You want a report? You want to know why the “state-of-the-art” defense system you spent seven figures on didn’t do a damn thing? It’s because you can’t buy your way out of incompetence. You ignored every cybersecurity best practice we put in the 2022 budget proposal because the ROI wasn’t “visible” enough for the shareholders. Well, look at the ROI now. It’s zero. Actually, it’s negative.
Table of Contents
Initial Access Vector: The Citrix Gateway to Hell
It started on Tuesday. Or maybe it was Monday. The days have blurred into a single, agonizing stream of packet captures. The entry point wasn’t some sophisticated zero-day developed by a nation-state. It was CVE-2023-3519. A remote code execution vulnerability in the Citrix ADC. We told you to patch it three weeks ago. The ticket is still “Pending Approval” in Jira.
The attacker sent a specifically crafted unauthenticated buffer overflow request to the management interface. Because the management interface was—against every piece of advice I’ve ever given—exposed to the public internet.

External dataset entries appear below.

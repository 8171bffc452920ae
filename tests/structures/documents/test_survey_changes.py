"""What differs between two surveys: every changed place once, nothing else."""

from __future__ import annotations

import copy
from pathlib import Path

from hypothesis import given
from hypothesis import strategies as st

from structures.documents.survey_changes import survey_changes
from structures.intake.pack_writer import pack_document
from structures.intake.survey_pack import read_pack

PACK = pack_document(read_pack(Path("fixtures/packs/OD-01.json")))


def test_a_survey_does_not_differ_from_itself():
    assert survey_changes(PACK, PACK) == ()


def test_changed_added_and_dropped_places_are_named():
    """Oracle: the three changes made here by hand."""
    new = copy.deepcopy(PACK)
    new["ground"][1]["level_m"] = 424.5
    gone = new["probes"].pop()
    new["soundings"][0]["readings"][2]["apparent_resistivity_ohm_m"] = 1.0
    found = survey_changes(PACK, new)
    assert [(one.part, one.where) for one in found] == [
        ("ground", f"{PACK['ground'][1]['offset_m']:g} m"),
        ("probes", f"{gone['offset_m']:g} m"),
        ("soundings", f"{PACK['soundings'][0]['sounding']}, 3"),
    ]
    assert found[0].new.startswith("level_m 424.5")
    assert found[1].new is None


@given(st.integers(0, len(PACK["ground"]) - 1), st.floats(0.01, 5.0))
def test_a_change_reads_backwards_with_its_sides_exchanged(place, by_m):
    new = copy.deepcopy(PACK)
    new["ground"][place]["level_m"] += by_m
    (there,), (back,) = survey_changes(PACK, new), survey_changes(new, PACK)
    assert (there.old, there.new) == (back.new, back.old)
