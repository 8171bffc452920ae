import io
from datetime import date, datetime
from decimal import Decimal

import openpyxl
import pytest

from structures.documents.workbook import Book, Formula
from tests.structures.documents.sums import calculate

ON = date(2027, 3, 14)


def saved(fill):
    book = Book.begin("NE-07: estimate", ON)
    fill(book.leaf("Sheet"))
    return book.save()


def opened(data, *, values=False):
    return openpyxl.load_workbook(io.BytesIO(data), data_only=values)["Sheet"]


@pytest.mark.parametrize(
    "words", ["=1+1", "+41", "-5", "@SUM(A1)", "=cmd|' /C calc'!A0", "\tx", "plain", "नेर <&>"]
)
def test_words_stay_words_whatever_they_begin_with(words):
    cell = opened(saved(lambda leaf: leaf.add(words)))["A1"]
    assert cell.value == words
    assert cell.data_type in ("s", "inlineStr")
    assert bool(cell.quotePrefix) == (words[0] in "=+-@\t")


def test_characters_that_a_workbook_cannot_hold_are_left_out():
    assert opened(saved(lambda leaf: leaf.add("a\x00b\x0bc")))["A1"].value == "abc"


def test_a_formula_is_live_and_carries_its_value():
    """Oracle: handbook 8.b, 12.345 rounded to 12.35 times 100.10 is 1236.24 by hand."""

    def fill(leaf):
        leaf.add(12.35, Decimal("100.10"), Formula("ROUND(A1*B1,2)", Decimal("1236.24")))
        leaf.add(Formula('IF(COUNT(A1:B1)=2,"a < b","")', "a < b"))

    data = saved(fill)
    assert opened(data)["C1"].value == "=ROUND(A1*B1,2)"
    assert opened(data, values=True)["C1"].value == 1236.24
    assert opened(data, values=True)["A2"].value == "a < b"
    assert calculate(opened(data), "C1") == Decimal("1236.24")
    assert calculate(opened(data), "A2") == "a < b"


def test_the_same_content_on_the_same_day_gives_the_same_bytes():
    def fill(leaf):
        leaf.add("x", 1.5, Formula("B1*2", 3.0))

    data = saved(fill)
    assert data == saved(fill)
    properties = openpyxl.load_workbook(io.BytesIO(data)).properties
    assert (properties.created, properties.modified) == (datetime(2027, 3, 14),) * 2  # noqa: DTZ001
    assert properties.title == "NE-07: estimate"


def test_sheets_print_on_a4():
    book = Book.begin("t", ON)
    book.leaf("Upright").add("x")
    book.leaf("Across", landscape=True).add("x")
    sheets = openpyxl.load_workbook(io.BytesIO(book.save()))
    assert [sheet.page_setup.paperSize for sheet in sheets] == [9, 9]  # 9 is A4, ECMA-376 18.3.1.63
    assert [sheet.page_setup.orientation for sheet in sheets] == ["portrait", "landscape"]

Here is what the initial reconnaissance looked like on the edge:
# nmap -sV -p 443,80,22,445 --script=http-vuln-cve2023-3519 10.0.4.15
Starting Nmap 7.93 ( https://nmap.org ) at 2023-10-12 02:14 UTC
Nmap scan report for gateway.internal (10.0.4.15)
Host is up (0.00045s latency).
PORT STATE SERVICE VERSION
22/tcp open ssh OpenSSH 8.9p1 Ubuntu 3ubuntu0.1 (Ubuntu Linux; protocol 2.0)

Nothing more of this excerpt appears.